• [What the exercise asks]
Only lines holding the word "onReadingRef" are needed; copy each of them from the material.

• [Data provided]
————————
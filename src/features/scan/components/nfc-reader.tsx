import { useEffect, useRef, useState } from 'react';
import type { LabelReading } from '#shared/domain/labels/label-payload';
import { readTag } from '#shared/domain/labels/label-tag';
import { Button } from '@/components/ui/button';
import { Notice } from '@/components/ui/notice';
import { nfcProblem, nfcProblemWords, readTags, type NfcProblem } from '@/lib/web-nfc';

type ReaderState =
  | { kind: 'off' }
  | { kind: 'starting' }
  | { kind: 'listening'; unreadable: boolean }
  | { kind: 'failed'; problem: NfcProblem };

interface Props {
  /** Each tag, read the way a scanned QR is read. */
  onReading: (reading: LabelReading) => void;
}

/**
 * "Read NFC tags" beside the camera: NDEFReader.scan, started by the person's tap (the user
 * gesture the permission prompt needs), listening for one tag after another until stopped or
 * the page is left. Rendered only where Web NFC exists.
 */
export function NfcReader({ onReading }: Props) {
  const [state, setState] = useState<ReaderState>({ kind: 'off' });
  const controller = useRef<AbortController | null>(null);
  const onReadingRef = useRef(onReading);
  useEffect(() => {
    onReadingRef.current = onReading;
  }, [onReading]);
  useEffect(() => () => controller.current?.abort(), []);

  const start = async () => {
    controller.current?.abort();
    const own = new AbortController();
    controller.current = own;
    setState({ kind: 'starting' });
    try {
      await readTags(
        (records) => {
          setState({ kind: 'listening', unreadable: false });
          onReadingRef.current(readTag(records));
        },
        () => setState({ kind: 'listening', unreadable: true }),
        own.signal,
      );
      if (!own.signal.aborted) setState({ kind: 'listening', unreadable: false });
    } catch (err) {
      if (controller.current !== own || own.signal.aborted) return;
      setState({ kind: 'failed', problem: nfcProblem(err) });
    }
  };
  const stop = () => {
    controller.current?.abort();
    controller.current = null;
    setState({ kind: 'off' });
  };

  if (state.kind === 'off')
    return (
      <Button variant="secondary" wide onClick={() => void start()}>
        Read NFC tags
      </Button>
    );
  if (state.kind === 'failed') {
    const words = nfcProblemWords(state.problem, 'read');
    return (
      <Notice tone="error" title={words.title}>
        <p>{words.body}</p>
        <Button variant="secondary" className="mt-2" onClick={() => void start()}>
          Try again
        </Button>
      </Notice>
    );
  }
  return (
    <div className="flex flex-col gap-2 rounded-xl border-2 border-border bg-surface p-3">
      <p role="status" className="font-bold">
        {state.kind === 'starting'
          ? 'Starting NFC…'
          : 'Reading NFC tags · hold a tag to the back of the phone'}
      </p>
      {state.kind === 'listening' && state.unreadable && (
        <p className="text-sm">
          That tag could not be read. Hold it still against the back of the phone; a tag that was
          never written holds no address.
        </p>
      )}
      <Button variant="secondary" onClick={stop}>
        Stop reading NFC
      </Button>
    </div>
  );
}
————————
• [Solved exercise]
  const onReadingRef = useRef(onReading);
    onReadingRef.current = onReading;
          onReadingRef.current(readTag(records));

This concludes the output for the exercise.